The game has one town that functions as a hub with shops and a place to rest. Teleport scrolls allow the player to teleport to town from dungeons and retain all their items, but their level is reset to 1 and they have to play through the dungeon from the beginning again the next time they enter it.

== Plot ==
The game starts in the middle of a journey, with Shiren and his companion Koppa traveling through an enormous desert, exhausted. They collapse, after which guards take them to a desert fortress and chain them to a wall. A princess enters the dungeon and unshackles them, and Shiren escapes while being chased by the guards. He meets Pekeji, who claims to be Shiren's younger brother, and who shows him to a dungeon that he thinks houses treasures. They enter it at night, but Pekeji falls into a trap, and Shiren has to save him.

== Development and release ==
The game was developed by Chunsoft and directed by Seiichirō Nagahata, with character designs by Kaoru Hasegawa, scenario and world design by Shin-ichiro Tomie, and with Hidefumi Itano being the lead programmer. Due to the hardware limitations of the Game Boy Color, they focused on developing "traditional dungeon types", as opposed to with the simultaneously developed Shiren the Wanderer 2 on the Nintendo 64, for which they created more original features. A unique gameplay element that would be used in later games from the Shiren the Wanderer series and other Mystery Dungeon crossovers is rescuing other players via passwords. When the internet started to develop in Japan in the late 1990s, they went with the idea of player sharing passwords instead of using the Game Boy's Game Link Cable in order to help others, since there were not many owners of the cable.

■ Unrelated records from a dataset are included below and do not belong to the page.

/// An oriented line through two points, `tail` before `head`, with the side of every point so far. It passes
/// the closed condition at all gates so far; no point of smaller index than `head` other than `tail` is on it.
#[derive(Clone)]
struct Candidate {
    line: Rc<Line>,
    /// 1, or −1 when `line` is oriented from head to tail.
    turn: i8,
    direction: Rc<Point>,
    signs: Vec<i8>,
}

impl Candidate {
    fn may_pass(&self, gate: &Gate) -> bool {
        self.signs[gate.left] >= 0 && self.signs[gate.right] <= 0
    }

    fn watch(&mut self, points: &[Corner]) {
        for point in &points[self.signs.len()..] {
            self.signs.push(self.turn * self.line.side_of(point));
        }
    }
}

/// Depth-first search over the words that start with one side.
struct Search<'a> {
    domain: &'a Domain,
    longest: usize,
    word: Vec<u8>,
    unfolding: Unfolding,
}

impl<'a> Search<'a> {
    fn new(domain: &'a Domain, side: usize, longest: usize) -> Search<'a> {
        let mut unfolding = Unfolding::new(domain);
        // The line enters the table through the starting side: left and right are those of an exit, swapped.
        let exit = unfolding.exit(side);
        unfolding.gates.push(Gate {
            left: exit.right,
            right: exit.left,
        });
        Search {
            domain,
            longest,
            word: vec![side as u8],
            unfolding,
        }
    }

    /// Finds the words that extend `self.word`. `kept` are the candidates whose pair of points is among the
    /// first `old` points.
    fn grow(&mut self, kept: &[Candidate], old: usize, found: &mut [BTreeSet<Vec<u8>>]) {
        if self.word.len() == self.longest {
            return;
        }
        let mut candidates = kept.to_vec();
        for candidate in &mut candidates {
            candidate.watch(&self.unfolding.points);
        }
        self.add_pairs(old, &mut candidates);
        for side in 0..self.domain.corners.len() {
            let gate = self.unfolding.exit(side);
            let passing: Vec<Candidate> = candidates
                .iter()
                .filter(|c| c.may_pass(&gate))
                .cloned()
                .collect();
            if !passing.iter().any(|c| self.some_neighbour_reads(c, side)) {
                continue;
            }
            self.word.push(side as u8);
            found[self.word.len()].insert(self.word.clone());
            if self.word.len() < self.longest {
                let points = self.unfolding.points.len();
                self.unfolding.cross_side(side);
                self.grow(&passing, points, found);
                self.unfolding.uncross(points);
            }
            self.word.pop();
        }
    }

    /// Adds the candidates whose second point has index `old` or more.
    fn add_pairs(&self, old: usize, candidates: &mut Vec<Candidate>) {
        let points = &self.unfolding.points;
        for head in old.max(1)..points.len() {
            for tail in 0..head {
                let line = Line::through(&points[tail], &points[head]);
                let turns = self.possible_turns(&line);
                if turns.is_empty() {
                    continue;
                }
                let signs: Vec<i8> = points.iter().map(|p| line.side_of(p)).collect();
                let on_line = |i: &usize| signs[*i] == 0;
                if (0..head).find(on_line) != Some(tail) || (tail + 1..head).any(|i| on_line(&i)) {
                    continue; // The same line comes from a pair with smaller indices.
                }
                let direction = Rc::new(between(&points[tail].place, &points[head].place));
                let line = Rc::new(line);
                for turn in turns {
                    candidates.push(Candidate {
                        line: line.clone(),
                        turn,
                        direction: direction.clone(),
                        signs: signs.iter().map(|s| turn * s).collect(),
                    });
                }
            }
        }
    }

    /// The orientations in which the line satisfies the closed condition at every gate.
    fn possible_turns(&self, line: &Line) -> Vec<i8> {
        let mut turns = vec![1, -1];
        for gate in &self.unfolding.gates {
            let left = line.side_of(&self.unfolding.points[gate.left]);
            let right = line.side_of(&self.unfolding.points[gate.right]);
            turns.retain(|turn| turn * left >= 0 && turn * right <= 0);
            if turns.is_empty() {
                break;
            }
        }
        turns
    }

    /// Tries the 2m sign patterns next to the candidate's line.
    fn some_neighbour_reads(&self, candidate: &Candidate, side: usize) -> bool {
        let points = &self.unfolding.points;
        let mut on_line: Vec<usize> = (0..points.len())
            .filter(|&i| candidate.signs[i] == 0)
            .collect();
        let position = |i: usize| dot(&candidate.direction, &points[i].place) * candidate.turn;
        on_line.sort_by_cached_key(|&i| position(i));
        let exit = self.unfolding.exit(side);
        for before in 0..on_line.len() {
            for sign in [1, -1] {
                let mut signs = candidate.signs.clone();
                for (rank, &i) in on_line.iter().enumerate() {
                    signs[i] = if rank < before { sign } else { -sign };
                }
                let crosses = |gate: &Gate| signs[gate.left] > 0 && signs[gate.right] < 0;
                let through = self.unfolding.gates.iter().chain([&exit]).all(crosses);
                if !through {
                    continue;
                }
                let (point, velocity) = self.neighbour(&on_line, before, sign, candidate);
                for (corner, sign) in points.iter().zip(&signs) {
                    let height = cross(&velocity, &between(&point, &corner.place));
                    assert_eq!(height.cmp0() as i8, *sign, "the line has the wanted signs");
                }
                if self.reads(&point, velocity, side) {
                    return true;
                }
            }
        }
        false
    }

    /// Traces the line through `point`, which enters the table through the starting side.
    fn reads(&self, point: &Point, velocity: Point, side: usize) -> bool {
        let start = self.word[0] as usize;
        let foot = &self.domain.corners[start];
        let axis = self.domain.side_vector(start);
        let fraction = cross(&between(foot, point), &velocity) / cross(&axis, &velocity);
        let sides = self.word[1..].iter().map(|&s| s as usize).chain([side]);
        Ball::on_side(self.domain, start, &fraction, velocity).meets(sides.map(Meeting::Side))
    }

    /// A point and the direction of a line with the wanted signs: `sign` for the first `before` points on the
    /// candidate's line, `−sign` for the others on it, unchanged for the rest.
    ///
    /// With d the direction and n = (−d.y, d.x): a turn about X to the direction d + εn changes d×(p−X) by
    /// −ε d·(p−X), so that a point p on the line gets the sign of −ε when it is ahead of X, that of ε behind.
    /// A shift by −εn gives all points on the line the sign of ε and changes d×(p−X) by ε d·d for the others.
    fn neighbour(
        &self,
        on_line: &[usize],
        before: usize,
        sign: i8,
        candidate: &Candidate,
    ) -> (Point, Point) {
        let points = &self.unfolding.points;
        let turn = Rational::from(candidate.turn);
        let zero = (Rational::new(), Rational::new());
        let d = along(&zero, &turn, &candidate.direction);
        let normal = (Rational::from(-&d.1), d.0.clone());
        let half = Rational::from((1, 2));
        let pivot = if before == 0 {
            points[on_line[0]].place.clone()
        } else {
            let (p, q) = (&points[on_line[before - 1]], &points[on_line[before]]);
            along(&p.place, &half, &between(&p.place, &q.place))
        };
        let square = dot(&d, &d);
        let mut epsilon = Rational::from(1);
        for (point, _) in points
            .iter()
            .zip(&candidate.signs)
            .filter(|(_, s)| **s != 0)
        {
            let offset = between(&pivot, &point.place);
            let room = cross(&d, &offset).abs();
            let change = if before == 0 {
                square.clone()
            } else {
                dot(&d, &offset).abs()
            };
            while Rational::from(&epsilon * &change).cmp(&room) != Ordering::Less {
                epsilon >>= 1;
            }
        }
        epsilon *= sign;
        if before == 0 {
            // `−sign` is wanted for all points on the line: shift by +ε·normal.
            (along(&pivot, &epsilon, &normal), d)
        } else {
            (pivot, along(&d, &epsilon, &normal))
        }
    }
}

The game was released by Chunsoft on July 19, 2001 for the Game Boy Color. A remake of the game, Shiren the Wanderer DS2, was released in November 2008 for the Nintendo DS, by Sega. This version included online functions, such as leaderboards and item trading; Sega shut down the servers for these services on October 31, 2011. To promote the game, Shiren the Wanderer GB2-themed potato chips were sold, with cards with illustrations based on the game bundled with the bags.

== Reception ==

Writers for Famitsu called Shiren the Wanderer DS2 a "beautifully done remake" and a masterpiece, and said that the difficulty felt well-balanced, and gave the Game Boy Color version the highest score the publication had given to a game on that platform.

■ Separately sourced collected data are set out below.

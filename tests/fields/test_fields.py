"""What a number is here, and what a matrix of them does."""

import json
from collections.abc import Sequence
from fractions import Fraction
from itertools import islice, pairwise, product
from random import Random
from typing import Any

import numpy as np
import oracle
import pytest
import strategies as draws
import sympy
from flint import fmpq, fmpz, nmod
from hypothesis import given
from hypothesis import strategies as st
from sympy.polys.matrices import DomainMatrix

from trivector.errors import BadReductionError, EntryError, FieldError, TrivectorError
from trivector.fields import QQ, Field, field_from_spec, prime_field
from trivector.fields.linear import (
    RankCounter,
    dependencies,
    echelon,
    kernel,
    meet_rows,
    pivot_columns,
    rank,
    reduce_vector,
    row_space,
    solve,
)

F2, F3, F7 = prime_field(2), prime_field(3), prime_field(7)
MERSENNE = 2305843009213693951


def reference_reduced(
    field: Field, rows: Sequence[Sequence[Any]], ncols: int
) -> tuple[list[list[Any]], list[int]]:
    """Reduced echelon form and pivots by sympy's sparse elimination, where sympy has the field."""
    if field == QQ:
        domain, there, back = sympy.QQ, lambda x: sympy.QQ(int(x.p), int(x.q)), plain
    elif field in draws.PRIME_FIELDS:
        domain, there, back = sympy.GF(field.order, symmetric=False), int, int
    else:
        return draws.literal_reduced(field, rows, ncols)
    entries = [[domain.convert(there(x)) for x in row] for row in rows]
    matrix = DomainMatrix(entries, (len(rows), ncols), domain).to_sparse()
    reduced, pivots = matrix.rref()
    return [[field.element(back(x)) for x in row] for row in reduced.to_list()], list(pivots)


def reference_rank(field: Field, rows: Sequence[Sequence[Any]], ncols: int) -> int:
    return len(reference_reduced(field, rows, ncols)[1]) if rows else 0


def plain(value: Any) -> Fraction | int:
    """A scalar of any library as a number of the standard library."""
    if hasattr(value, "numerator") and hasattr(value, "denominator"):
        return Fraction(int(value.numerator), int(value.denominator))
    return int(value)


# Reading and writing entries


@draws.over_fields
@draws.some
@given(data=st.data())
def test_what_is_written_is_read_back_unchanged(field: Field, data: st.DataObject) -> None:
    value = data.draw(draws.elements(field))
    written = field.format(value)
    assert type(written) in (int, str)
    assert field.element(json.loads(json.dumps(written))) == value
    assert field.element(value) == value


READINGS = [
    # field, entry, what it is as a fraction or as a residue (classical arithmetic)
    (QQ, 0, Fraction(0)),
    (QQ, -12, Fraction(-12)),
    (QQ, "3/4", Fraction(3, 4)),
    (QQ, "-3/4", Fraction(-3, 4)),
    (QQ, " 6 / 8 ", Fraction(3, 4)),
    (QQ, "-0", Fraction(0)),
    (QQ, "007", Fraction(7)),
    (QQ, Fraction(-5, 3), Fraction(-5, 3)),
    (QQ, fmpz(5), Fraction(5)),
    (QQ, fmpq(5, 10), Fraction(1, 2)),
    (QQ, np.int64(-4), Fraction(-4)),
    (QQ, np.uint8(200), Fraction(200)),
    (QQ, "1" + "0" * 4000 + "1/3", Fraction(10**4001 + 1, 3)),
    (QQ, 10**4000, Fraction(10**4000)),
    (F2, -1, 1),
    (F2, "1/3", 1),
    (F7, "3/4", 6),  # 4·6 = 24 = 3
    (F7, "-3/4", 1),
    (F7, -1, 6),
    (F7, 7, 0),
    (F7, "14/5", 0),
    (F7, Fraction(1, 2), 4),
    (F7, np.int64(-1), 6),
    (F7, 10**4000, pow(10, 4000, 7)),
    (F7, nmod(5, 7), 5),
    (prime_field(MERSENNE), -1, MERSENNE - 1),
    (prime_field(MERSENNE), "1/2", 2**60),  # 2·2^60 = 2^61 = 1
]


@pytest.mark.parametrize(("field", "entry", "expected"), READINGS)
def test_an_entry_is_read_exactly(field: Field, entry: Any, expected: Fraction | int) -> None:
    value = field.element(entry)
    assert plain(value) == expected
    if field == QQ:
        assert type(value) is fmpq
    else:
        assert type(value) is nmod
        assert value.modulus() == field.order


@pytest.mark.parametrize(
    ("field", "entry", "expected"),
    [
        (QQ, "6/8", "3/4"),
        (QQ, "-6/8", "-3/4"),
        (QQ, "8/4", 2),
        (QQ, -3, -3),
        (F7, -1, 6),
        (F7, "3/4", 6),
    ],
)
def test_an_entry_is_written_in_lowest_terms(field: Field, entry: Any, expected: Any) -> None:
    written = field.format(field.element(entry))
    assert (type(written), written) == (type(expected), expected)


GARBAGE = [
    1.0,
    0.5,
    float("nan"),
    float("inf"),
    np.float64(1),
    np.float32(1),
    True,
    False,
    np.True_,
    None,
    1j,
    [1],
    {},
    b"1",
    "",
    " ",
    "x",
    "nan",
    "1.0",
    "1e3",
    "0x10",
    "3//4",
    "1/2/3",
    "3/-4",
    "/4",
    "3/",
    "- 3",
    "--3",
    "1 2",
    "1,2",
    "1_000",
    "٣",
    "a",
    "2*a+1",
    "1/0",
    "0/0",
]


@pytest.mark.parametrize("field", [QQ, F7, F2], ids=str)
@pytest.mark.parametrize("entry", GARBAGE, ids=repr)
def test_an_entry_that_is_no_element_is_refused(field: Field, entry: Any) -> None:
    with pytest.raises(EntryError, match=r"^entry .+(; (write|correct)|is not a number)"):
        field.element(entry)


@pytest.mark.parametrize(
    ("entry", "sentence"),
    [
        (2.5, "entry 2.5 is a float; write an integer or a fraction 'a/b'"),
        (float("nan"), "entry nan is a float; write an integer or a fraction 'a/b'"),
        (True, "entry true is a boolean; write 1 or 0"),
        ("1/0", "entry '1/0' has denominator 0; correct the fraction"),
    ],
)
def test_the_sentence_names_the_entry_and_the_remedy(entry: Any, sentence: str) -> None:
    for field in [QQ, *draws.PRIME_FIELDS]:
        with pytest.raises(EntryError) as caught:
            field.element(entry)
        assert str(caught.value) == sentence


@pytest.mark.parametrize("entry", ["3/7", "1/14", "-2/49", Fraction(3, 7), fmpq(1, 7)])
def test_a_denominator_divisible_by_p_is_refused(entry: Any) -> None:
    with pytest.raises(EntryError, match="denominator that is 0 modulo 7"):
        F7.element(entry)


def test_a_fraction_is_reduced_before_its_denominator_is_judged() -> None:
    assert F7.element("14/7") == F7.element(2)


def test_a_residue_of_another_prime_is_refused_and_not_converted() -> None:
    with pytest.raises(EntryError, match="modulo 5, not 7"):
        F7.element(nmod(3, 5))
    with pytest.raises(EntryError):
        QQ.element(nmod(3, 5))


def test_a_long_entry_is_shortened_in_the_message() -> None:
    with pytest.raises(EntryError) as caught:
        QQ.element("x" * 10_000)
    assert len(str(caught.value)) < 150


@pytest.mark.parametrize("field", [QQ, F7], ids=str)
def test_a_plus_sign_is_read_or_refused_in_a_sentence(field: Field) -> None:
    try:
        value = field.element("+3")
    except EntryError:
        return
    assert value == field.element(3)


def test_every_error_is_a_built_in_exception_with_exit_code_2() -> None:
    for kind, base in [
        (EntryError, ValueError),
        (FieldError, ValueError),
        (BadReductionError, ZeroDivisionError),
    ]:
        assert issubclass(kind, TrivectorError)
        assert issubclass(kind, base)
        assert kind.exit_code == 2


# Names of fields


@draws.over_fields
def test_a_field_is_recovered_from_what_a_document_says(field: Field) -> None:
    spec = json.loads(json.dumps(field.to_spec()))
    assert field_from_spec(spec) == field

Spencer at Siliconera noted that the game felt much more accessible than the first Mystery Dungeon: Shiren the Wanderer, but that the level-reset and having to restart dungeons after teleporting to the town, while an improvement, still was frustrating. He appreciated how the story and the multiple dungeons made progress feel more tangible than in the first Shiren the Wanderer, making it less of an "endless journey". A feature he appreciated in the Nintendo DS version was the ability to change what is shown on the top screen without entering an options menu; he enjoyed being able to switch between a map screen and a text summary of what was happening in the dungeon. Jeremy Parish at 1UP.com said that, just based on how it looks, one could not tell that Shiren the Wanderer DS2 originally was a Game Boy game, as the graphical overhaul made it look even better than Mystery Dungeon: Shiren the Wanderer on the Nintendo DS. Based on a preview of the game, he said that there was "little doubt" that the game would be as good as the first Shiren the Wanderer, which he thought was a "top-notch dungeon crawler".

Review score
| Publication | Score |  |
| DS | GBC |
| Famitsu | 33/40 | 10/10, 9/10, 9/10, 10/10 |

=== Sales ===
According to Geimin, both versions of Shiren the Wanderer: Magic Castle of the Desert have accumulated over 275,000 copies in total. The Game Boy Color version had sold 172,578 copies by December 2001, and the Nintendo DS version had sold 103,299 copies by January 2010.